Primero, hay un narrador que se encarga de contar la historia en tercera persona, por tanto 'la voz que oí en la torre', no valdría, ya que no es el protagonista el que cuenta la historia, y segundo la voz en la torre, tampoco me parece mal, a mi entender, ya que expresa la idea: que aquella voz que oyó, y no sabía qué o quién la emitía, le habló en ese justo sitio. Si pusiera la voz de la torre, tal vez, sonaría, como si la misma torre estuviera hablándole, no sé, lo veo un poco así. El problema también es que todavía no sé, quién es el que verdaderamente le habla en la sudodicha torre, de ahí un poco la confusión, luego se pueden cambiar cosas, así es el inglés, tal como yo lo veo, no puedes quedarte con una traducción final sobre la marcha, tienes que esperar a acabar.


Puedo poner un trozo para compararlo, a ver que tal, pero a lo mejor a algún moderador, no le va mucho la idea .


_"Luego, en la puerta del palacio de Perséfone se encontraría al gran perro de tres cabezas, Cerbero, que vela allí por(?) siempre, y para acallar su terrible ladrido, debía darle uno de los trozos de pan, y continuar su camino sin hablar. Así, él, permitiría que pasara; pero todavía otro peligro más, la esperaría. Perséfone la saludaría amablemente, le pediría que se sentara en unos suaves cojines, y le ofrecería un suculento banquete. Pero ella, debía de rechazar ambas ofertas, se acomodaría en el suelo, y comería tan solo, un poco del pan de los mortales, o de lo contrario permanecería para siempre, en las regiones sombrías del inframundo. Psique escuchó estos consejos, y los siguió al pie de la letra. Y todo ocurrió tal como la voz, había predicho. Vio al anciano con el burro cargado; permitió que Caronte cogiera la moneda de sus labios; se mantuvo impasible, ante los gritos que profería el hombre muerto que flotaba en el negro río; dio el pan untado en miel a Cerbero; también, rechazó los mullidos cojines, he incluso el banquete que le brindaba la reina de las regiones infernales. Entonces, Perséfone accedió a darle una porción de la ansiada belleza, exigida por Afrodita, la puso en la caja, y la cerró. Psique llegó sana y salva a la luz del día, volviendo a dar al infernal perro, la pieza restante de pan con miel, y a Caronte la última moneda. Mas ahora, ella se acordó de una importante advertencia. La voz, en la torre, le había aconsejado no mirar dentro de la caja; pero ella tentada por un fuerte deseo, la abrió..."_


El párrafo es de la historia de Eros y Psique, viene en un libro que estoy traduciendo, pero que con vuestra ayuda seguro que quedará genial . El título en concreto es este: "Fairy Tales; Their Origin And Meaning", su autor es John Thackray Bunce, y es de 1878. Podéis descargarlo de Scribd o cualquier otra web. 

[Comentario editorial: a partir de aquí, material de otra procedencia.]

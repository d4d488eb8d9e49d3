package store

import (
	"fmt"
	"math"
	"slices"
	"strings"

	"ringbook/snubber"
)

// Query asks for trials by what is said of them. All that is given must hold; the zero Query is every trial that stands, in
// the order of time.
type Query struct {
	Scope // board, revision, time; Limit is the length of a page: the first so many in the order asked for

	// Words that are in the board's or the revision's name, the part, the note or the name of an instrument, each in any of
	// them: all of them in any order; "words together"; the beginning of a word*. Case and accents do not count.
	Words string

	Network    snubber.Kind // "" for any
	OnlyStruck bool         // those marked as wrong alone; implies IncludeStruck

	C, R          Range // F, ohm: of the network
	RingHz, PeakV Range // Hz, V: as read

	Sort       Sort
	Descending bool
	After      string // begin after this trial in the order asked for: the whole id of the last one on the page before
}

// Range is from Min to Max, both included; 0 is no bound. What was not stated or not read is in no range that has a bound.
type Range struct{ Min, Max float64 }

// Sort is what trials are ordered by. Those that do not have it come last, and equals in the order of logging.
type Sort string

// The orders of a Query.
const (
	ByTime   Sort = "" // when it was read
	ByC      Sort = "c"
	ByR      Sort = "r"
	ByRingHz Sort = "ring_hz"
	ByPeakV  Sort = "peak_v"
)

// Sorts lists every order, as their columns are named; at is ByTime.
func Sorts() []string { return []string{"at", "c", "r", "ring_hz", "peak_v"} }

// ParseSort reads the name of a column to sort by.
func ParseSort(name string) (Sort, error) {
	switch s := Sort(strings.ToLower(strings.TrimSpace(name))); s {
	case ByC, ByR, ByRingHz, ByPeakV:
		return s, nil
	case ByTime, "at":
		return ByTime, nil
	}
	return ByTime, fmt.Errorf("sort by %s: not one of %s", quote(name), strings.Join(Sorts(), ", "))
}

// check reports the first thing that makes no sense, before SQLite sees it.
func (q *Query) check() error {
	if _, err := ParseSort(string(q.Sort)); err != nil {
		return err
	}
	if q.Limit < 0 {
		return fmt.Errorf("a page of %d trials: it must be 0 (all) or more", q.Limit)
	}
	if q.Network != "" {
		if _, err := snubber.ParseKind(string(q.Network)); err != nil {
			return err
		}
	}
	for _, r := range []struct {
		name string
		Range
	}{{"c", q.C}, {"r", q.R}, {"ring_hz", q.RingHz}, {"peak_v", q.PeakV}} {
		if math.IsNaN(r.Min) || math.IsNaN(r.Max) || r.Min != 0 && r.Max != 0 && r.Min > r.Max {
			return fmt.Errorf("%s from %g to %g: give the lower bound first", r.name, r.Min, r.Max)
		}
	}
	return nil
}

// condition is what the query asks of trial t besides its words and its place in the order.
func (q *Query) condition() (string, []any) {
	s := q.Scope
	s.IncludeStruck = s.IncludeStruck || q.OnlyStruck
	where, args := s.where()
	add := func(condition string, values ...any) {
		where, args = where+" AND "+condition, append(args, values...)
	}
	if q.OnlyStruck {
		add("EXISTS (SELECT 1 FROM strike k WHERE k.trial = t.seq)")
	}
	if q.Network != "" {
		add("t.network = ?", string(q.Network))
	}
	for _, column := range []struct {
		name string
		Range
	}{{"t.c", q.C}, {"t.r", q.R}} {
		if in, bounds := column.in(column.name); in != "" {
			add(in, bounds...)
		}
	}
	for _, r := range q.readings() {
		in, bounds := r.in("x.value")
		add("EXISTS (SELECT 1 FROM reading x WHERE x.trial = t.seq AND x.quantity = '"+r.quantity+"' AND "+in+")", bounds...)
	}
	return where, args
}

// readRange is a range of a quantity as read.
type readRange struct {
	quantity string
	Range
}

// readings are the ranges asked for.
func (q *Query) readings() []readRange {
	all := []readRange{{"ring_hz", q.RingHz}, {"peak_v", q.PeakV}}
	return slices.DeleteFunc(all, func(r readRange) bool { return r.Range == Range{} })
}

// in is the condition that value is in r; "" where r has no bound.
func (r Range) in(value string) (string, []any) {
	var bounds []string
	var args []any
	if r.Min != 0 {
		bounds, args = append(bounds, value+" >= ?"), append(args, r.Min)
	}
	if r.Max != 0 {
		bounds, args = append(bounds, value+" <= ?"), append(args, r.Max)
	}
	return strings.Join(bounds, " AND "), args
}

// key is the value of trial t that the query sorts by, in SQL.
func (q *Query) key() string {
	switch q.Sort {
	case ByC, ByR:
		return "t." + string(q.Sort)
	case ByRingHz, ByPeakV:
		return "(SELECT x.value FROM reading x WHERE x.trial = t.seq AND x.quantity = '" + string(q.Sort) + "')"
	}
	return "t.at"
}

// order is the order asked for, of columns named at (the key) and seq in table.
func (q *Query) order(table string) string {
	turn := ""
	if q.Descending {
		turn = " DESC"
	}
	by := table + ".at" + turn + ", " + table + ".seq" + turn
	if q.Sort != ByTime {
		by = table + ".at IS NULL, " + by
	}
	return by
}
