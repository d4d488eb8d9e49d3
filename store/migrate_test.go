package store

import (
	"bytes"
	"os"
	"path/filepath"
	"strings"
	"testing"

	"ringbook/snubber"
)

// version1 is a copy of a logbook that the program of schema 1 wrote: a board with two revisions, five trials of one, the
// last of them struck. testdata/version1.sqlite is never made again.
func version1(t *testing.T) string {
	t.Helper()
	data, err := os.ReadFile("testdata/version1.sqlite")
	if err != nil {
		t.Fatal(err)
	}
	path := filepath.Join(t.TempDir(), "ringbook.db")
	put(t, path, data)
	return path
}

func TestVersion1MovesForward(t *testing.T) {
	path := version1(t)
	lb, err := Open(t.Context(), path)
	if err != nil {
		t.Fatal(err)
	}
	defer lb.Close()
	var version int
	if err := lb.db.QueryRowContext(t.Context(), "PRAGMA user_version").Scan(&version); err != nil || version != 2 {
		t.Errorf("schema %d, %v; want 2", version, err)
	}
	trials := checkVersion1(t, lb)
	if n := len(decisions(t, lb, Scope{})); n != 0 {
		t.Errorf("%d decisions", n)
	}
	d := decided(trials...)
	d.Board = "mill spindle"
	id := mustDecide(t, lb, d)
	if got, err := lb.Decision(t.Context(), id); err != nil || len(got.Trials) != 4 {
		t.Errorf("decision %v, %v", got, err)
	}
	mustAdd(t, lb, example())
	if err := lb.Close(); err != nil {
		t.Fatal(err)
	}
	again, err := OpenReadOnly(t.Context(), path)
	if err != nil {
		t.Fatal(err)
	}
	defer again.Close()
	if n := len(decisions(t, again, Scope{})); n != 1 {
		t.Errorf("%d decisions, want 1", n)
	}
}

// Read alone it stays a file of schema 1, and has no decisions.
func TestVersion1IsRead(t *testing.T) {
	path := version1(t)
	before, err := os.ReadFile(path)
	if err != nil {
		t.Fatal(err)
	}
	lb, err := OpenReadOnly(t.Context(), path)
	if err != nil {
		t.Fatal(err)
	}
	trials := checkVersion1(t, lb)
	if n := len(decisions(t, lb, Scope{})); n != 0 {
		t.Errorf("%d decisions", n)
	}
	if _, err := lb.Decision(t.Context(), trials[0].ID); err == nil || !strings.Contains(err.Error(), "no such decision") {
		t.Errorf("a decision in it: %v", err)
	}
	if err := lb.Close(); err != nil {
		t.Fatal(err)
	}
	after, err := os.ReadFile(path)
	if err != nil {
		t.Fatal(err)
	}
	if !bytes.Equal(before, after) {
		t.Error("the file has changed")
	}
}

func checkVersion1(t *testing.T, lb *Logbook) []snubber.Trial {
	t.Helper()
	all := collect(t, lb, Scope{IncludeStruck: true})
	if len(all) != 5 || all[4].Struck != "the ground clip was off" || all[4].Note != "the clip slipped" {
		t.Fatalf("trials %+v", all)
	}
	peak, ok := all[3].Reading(snubber.PeakV)
	if !ok || peak.Value != 77.92 || peak.U != 0.5 || all[3].Network.C != 2.2e-9 || all[3].ProbeC != 3.9e-12 || all[3].Session != "morning" {
		t.Errorf("the fourth trial %+v", all[3])
	}
	ring, _ := all[0].Reading(snubber.RingHz)
	if len(ring.Repeats) != 3 || ring.Instrument != "Larkspur Works,Scope 4,0007,1.2" {
		t.Errorf("the first ring %+v", ring)
	}
	boards, err := lb.Boards(t.Context())
	if err != nil || len(boards) != 1 || boards[0].DeviceV != 100 || len(boards[0].Revisions) != 2 || boards[0].Revisions[1].Trials != 4 {
		t.Errorf("boards %+v, %v", boards, err)
	}
	return all[:4]
}
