package store

import (
	"context"
	"database/sql"
	"encoding/json"
	"errors"
	"fmt"
	"strings"
)

// wanted is a part of what is searched for: phrases that must be in a trial's own words, or one phrase that may be in a name
// instead.
type wanted struct {
	match       string // FTS5's query
	revisions   []int64
	instruments []int64
	recent      []int64 // trials that match, of those not indexed yet
}

// seek finds out what the phrases can be found in. Trials after indexed are not in the index, and are looked at as they are.
func seek(ctx context.Context, tx *sql.Tx, phrases []string, indexed int64) ([]*wanted, error) {
	var all []*wanted
	var texts []string // phrases that no name has, which FTS5 intersects by itself
	for _, p := range phrases {
		w := &wanted{match: p}
		if err := w.names(ctx, tx); err != nil {
			return nil, err
		}
		if w.revisions == nil && w.instruments == nil {
			texts = append(texts, p)
		} else {
			all = append(all, w)
		}
	}
	if texts != nil {
		all = append([]*wanted{{match: strings.Join(texts, " AND ")}}, all...)
	}
	return all, lookAtRecent(ctx, tx, all, indexed)
}

// names finds the revisions and instruments whose name, or whose board's name, has the phrase.
func (w *wanted) names(ctx context.Context, tx *sql.Tx) error {
	found, err := numbers(ctx, tx, `SELECT rowid FROM name_word WHERE name_word MATCH ?`, w.match)
	if err != nil {
		return err
	}
	var boards []int64
	for _, n := range found {
		switch n % 4 {
		case 0:
			boards = append(boards, n/4)
		case 1:
			w.revisions = append(w.revisions, n/4)
		case 2:
			w.instruments = append(w.instruments, n/4)
		}
	}
	if boards == nil {
		return nil
	}
	of, err := numbers(ctx, tx, `SELECT id FROM revision WHERE board IN (SELECT value FROM json_each(?))`, list(boards))
	w.revisions = append(w.revisions, of...)
	return err
}

// condition is what w asks of trial t, where the rows in question are first to last. A phrase that names may have is looked for
// in each of these (+ keeps SQLite from going through all trials of a revision); one that is in the trials' own words leads to
// the trials that have it. What is asked of their readings is looked at on the way there, before the trial itself: of a narrow
// range, few are left.
func (w *wanted) condition(first, last int64, readings []readRange) (string, []any) {
	named := w.revisions != nil || w.instruments != nil
	where, args := "t.seq IN (SELECT w.rowid FROM trial_word w", []any(nil)
	if !named {
		for i, r := range readings {
			x := fmt.Sprintf("x%d", i)
			in, bounds := r.in(x + ".value")
			where += fmt.Sprintf(" CROSS JOIN reading %[1]s ON %[1]s.trial = w.rowid AND %[1]s.quantity = '%[2]s' AND %[3]s", x, r.quantity, in)
			args = append(args, bounds...)
		}
	}
	where, args = where+" WHERE trial_word MATCH ? AND w.rowid BETWEEN ? AND ?", append(args, w.match, first, last)
	if w.recent != nil {
		where, args = where+" UNION ALL SELECT value FROM json_each(?)", append(args, list(w.recent))
	}
	where += ")"
	if !named {
		return where, args
	}
	where = "+" + where
	if w.revisions != nil {
		where, args = where+" OR +t.revision IN (SELECT value FROM json_each(?))", append(args, list(w.revisions))
	}
	if w.instruments != nil {
		where, args = where+" OR EXISTS (SELECT 1 FROM reading x WHERE x.trial = t.seq AND x.instrument IN (SELECT value FROM json_each(?)))", append(args, list(w.instruments))
	}
	return "(" + where + ")", args
}

// lookAtRecent matches the trials after indexed. They go into an index of their own in memory, so that the same tokenizer
// judges them.
func lookAtRecent(ctx context.Context, tx *sql.Tx, all []*wanted, indexed int64) (err error) {
	if len(all) == 0 {
		return nil
	}
	rows, err := tx.QueryContext(ctx, `SELECT seq, ifnull(part, ''), ifnull(note, '') FROM trial
WHERE seq > ? AND (part IS NOT NULL OR note IS NOT NULL)`, indexed)
	if err != nil {
		return err
	}
	defer rows.Close()
	if !rows.Next() {
		return rows.Err()
	}
	db, err := sql.Open("sqlite", ":memory:")
	if err != nil {
		return err
	}
	defer func() { err = errors.Join(err, db.Close()) }()
	conn, err := db.Conn(ctx)
	if err != nil {
		return err
	}
	defer conn.Close()
	const index = `CREATE VIRTUAL TABLE trial_word USING fts5 (part, note, content = '', columnsize = 0, tokenize = 'unicode61'); BEGIN`
	if _, err := conn.ExecContext(ctx, index); err != nil {
		return err
	}
	insert, err := conn.PrepareContext(ctx, `INSERT INTO trial_word (rowid, part, note) VALUES (?, ?, ?)`)
	if err != nil {
		return err
	}
	defer insert.Close()
	for more := true; more; more = rows.Next() {
		var seq int64
		var part, note string
		if err := rows.Scan(&seq, &part, &note); err != nil {
			return err
		}
		if _, err := insert.ExecContext(ctx, seq, part, note); err != nil {
			return err
		}
	}
	if err := rows.Err(); err != nil {
		return err
	}
	for _, w := range all {
		if w.recent, err = numbers(ctx, conn, `SELECT rowid FROM trial_word WHERE trial_word MATCH ?`, w.match); err != nil {
			return fmt.Errorf("look at the latest trials: %w", err)
		}
	}
	return nil
}

// numbers are the whole numbers that query gives, a row each.
func numbers(ctx context.Context, db querier, query string, args ...any) ([]int64, error) {
	rows, err := db.QueryContext(ctx, query, args...)
	if err != nil {
		return nil, err
	}
	defer rows.Close()
	var all []int64
	for rows.Next() {
		var n int64
		if err := rows.Scan(&n); err != nil {
			return nil, err
		}
		all = append(all, n)
	}
	return all, rows.Err()
}

// list is ids for SQLite's json_each.
func list(ids []int64) string {
	text, _ := json.Marshal(ids) // numbers cannot fail
	return string(text)
}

Corrigiéndolo ahora, he visto que una coma cambia mucho el significado. Tampoco creo que haya que esmerarse mucho, pues solo es una historia mitológica o un cuento, y el libro será para uso personal, no es para ninguna editorial ni nada, aun así quiero que quede bastante legible.

Pero no os cortéis  opinad de errores y demás.


----------



## flljob

Puesto que se trata de una prosopopeya la torre tiene la capacidad de hablar: [...] Pero la torre se soltó a hablar de improviso: '¡Pobre chiquilla! -le dice-... (Lo tomé de "El asno de oro", editorial Gredos, Libro VI, 16, pág. 181.

Pero insisto, se trata de un mito en el que Psique habla con diosas y con torres.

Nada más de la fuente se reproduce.